WHAT IS REQUIRED - All of the data must be returned exactly as given.

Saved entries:
package mesh

import (
	"bufio"
	"encoding/binary"
	"fmt"
	"io"
	"math"
	"os"
	"strconv"
)

// WriteSTL writes m as binary STL: an 80-byte header holding name, the triangle count, then
// per triangle the unit normal, three corners (float32, little endian) and two zero bytes.
func WriteSTL(w io.Writer, m *Mesh, name string) error {
	if int64(len(m.Triangles)) > math.MaxUint32 {
		return fmt.Errorf("binary STL holds at most %d triangles, the mesh has %d", uint32(math.MaxUint32), len(m.Triangles))
	}
	bw := bufio.NewWriterSize(w, 1<<16)
	var head [stlHeaderSize]byte
	copy(head[:80], name)
	binary.LittleEndian.PutUint32(head[80:], uint32(len(m.Triangles)))
	if _, err := bw.Write(head[:]); err != nil {
		return err
	}
	var rec [stlRecordSize]byte
	put := func(off int, v [3]float64) {
		for k := 0; k < 3; k++ {
			binary.LittleEndian.PutUint32(rec[off+4*k:], math.Float32bits(float32(v[k])))
		}
	}
	for t := range m.Triangles {
		a, b, c := m.Corners(t)
		put(0, FaceNormal(m, t))
		put(12, a)
		put(24, b)
		put(36, c)
		if _, err := bw.Write(rec[:]); err != nil {
			return err
		}
	}
	return bw.Flush()
}

// WriteSTLFile writes m as binary STL to path, named after the file.
func WriteSTLFile(path string, m *Mesh) error {
	f, err := os.Create(path)
	if err != nil {
		return err
	}
	if err := WriteSTL(f, m, "tapersweep "+baseName(path)); err != nil {
		f.Close()
		return fmt.Errorf("%s: %w", path, err)
	}
	if err := f.Close(); err != nil {
		return fmt.Errorf("%s: %w", path, err)
	}
	return nil
}

func baseName(path string) string {
	for i := len(path) - 1; i >= 0; i-- {
		if path[i] == '/' || path[i] == '\\' {
			return path[i+1:]
		}
	}
	return path
}

// WriteASCIISTL writes m as ASCII STL. Coordinates carry float32 precision in the shortest
// form that reads back to the same float32, so ASCII and binary copies weld alike.
func WriteASCIISTL(w io.Writer, m *Mesh, name string) error {
	bw := bufio.NewWriterSize(w, 1<<16)
	name = asciiName(name)
	var buf []byte
	buf = append(buf, "solid "...)
	buf = append(buf, name...)
	buf = append(buf, '\n')
	vec := func(prefix string, v [3]float64) {
		buf = append(buf, prefix...)
		for k := 0; k < 3; k++ {
			buf = append(buf, ' ')
			buf = strconv.AppendFloat(buf, float64(float32(v[k])), 'g', -1, 32)
		}
		buf = append(buf, '\n')
	}
	for t := range m.Triangles {
		a, b, c := m.Corners(t)
		vec("facet normal", FaceNormal(m, t))
		buf = append(buf, "  outer loop\n"...)
		vec("    vertex", a)
		vec("    vertex", b)
		vec("    vertex", c)
		buf = append(buf, "  endloop\nendfacet\n"...)
		if _, err := bw.Write(buf); err != nil {
			return err
		}
		buf = buf[:0]
	}
	buf = append(buf, "endsolid "...)
	buf = append(buf, name...)
	buf = append(buf, '\n')
	if _, err := bw.Write(buf); err != nil {
		return err
	}
	return bw.Flush()
}

// asciiName keeps a solid name on one line of plain words.
func asciiName(s string) string {
	b := []byte(s)
	for i, c := range b {
		if c < 0x20 || c >= 0x7F {
			b[i] = '_'
		}
	}
	return string(b)
}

RESPONSE TO THIS TASK -
package mesh

import (
	"bufio"
	"encoding/binary"
	"fmt"
	"io"
	"math"
	"os"
	"strconv"
)

// WriteSTL writes m as binary STL: an 80-byte header holding name, the triangle count, then
// per triangle the unit normal, three corners (float32, little endian) and two zero bytes.
func WriteSTL(w io.Writer, m *Mesh, name string) error {
	if int64(len(m.Triangles)) > math.MaxUint32 {
		return fmt.Errorf("binary STL holds at most %d triangles, the mesh has %d", uint32(math.MaxUint32), len(m.Triangles))
	}
	bw := bufio.NewWriterSize(w, 1<<16)
	var head [stlHeaderSize]byte
	copy(head[:80], name)
	binary.LittleEndian.PutUint32(head[80:], uint32(len(m.Triangles)))
	if _, err := bw.Write(head[:]); err != nil {
		return err
	}
	var rec [stlRecordSize]byte
	put := func(off int, v [3]float64) {
		for k := 0; k < 3; k++ {
			binary.LittleEndian.PutUint32(rec[off+4*k:], math.Float32bits(float32(v[k])))
		}
	}
	for t := range m.Triangles {
		a, b, c := m.Corners(t)
		put(0, FaceNormal(m, t))
		put(12, a)
		put(24, b)
		put(36, c)
		if _, err := bw.Write(rec[:]); err != nil {
			return err
		}
	}
	return bw.Flush()
}

// WriteSTLFile writes m as binary STL to path, named after the file.
func WriteSTLFile(path string, m *Mesh) error {
	f, err := os.Create(path)
	if err != nil {
		return err
	}
	if err := WriteSTL(f, m, "tapersweep "+baseName(path)); err != nil {
		f.Close()
		return fmt.Errorf("%s: %w", path, err)
	}
	if err := f.Close(); err != nil {
		return fmt.Errorf("%s: %w", path, err)
	}
	return nil
}

func baseName(path string) string {
	for i := len(path) - 1; i >= 0; i-- {
		if path[i] == '/' || path[i] == '\\' {
			return path[i+1:]
		}
	}
	return path
}

// WriteASCIISTL writes m as ASCII STL. Coordinates carry float32 precision in the shortest
// form that reads back to the same float32, so ASCII and binary copies weld alike.
func WriteASCIISTL(w io.Writer, m *Mesh, name string) error {
	bw := bufio.NewWriterSize(w, 1<<16)
	name = asciiName(name)
	var buf []byte
	buf = append(buf, "solid "...)
	buf = append(buf, name...)
	buf = append(buf, '\n')
	vec := func(prefix string, v [3]float64) {
		buf = append(buf, prefix...)
		for k := 0; k < 3; k++ {
			buf = append(buf, ' ')
			buf = strconv.AppendFloat(buf, float64(float32(v[k])), 'g', -1, 32)
		}
		buf = append(buf, '\n')
	}
	for t := range m.Triangles {
		a, b, c := m.Corners(t)
		vec("facet normal", FaceNormal(m, t))
		buf = append(buf, "  outer loop\n"...)
		vec("    vertex", a)
		vec("    vertex", b)
		vec("    vertex", c)
		buf = append(buf, "  endloop\nendfacet\n"...)
		if _, err := bw.Write(buf); err != nil {
			return err
		}
		buf = buf[:0]
	}
	buf = append(buf, "endsolid "...)
	buf = append(buf, name...)
	buf = append(buf, '\n')
	if _, err := bw.Write(buf); err != nil {
		return err
	}
	return bw.Flush()
}

// asciiName keeps a solid name on one line of plain words.
func asciiName(s string) string {
	b := []byte(s)
	for i, c := range b {
		if c < 0x20 || c >= 0x7F {
			b[i] = '_'
		}
	}
	return string(b)
}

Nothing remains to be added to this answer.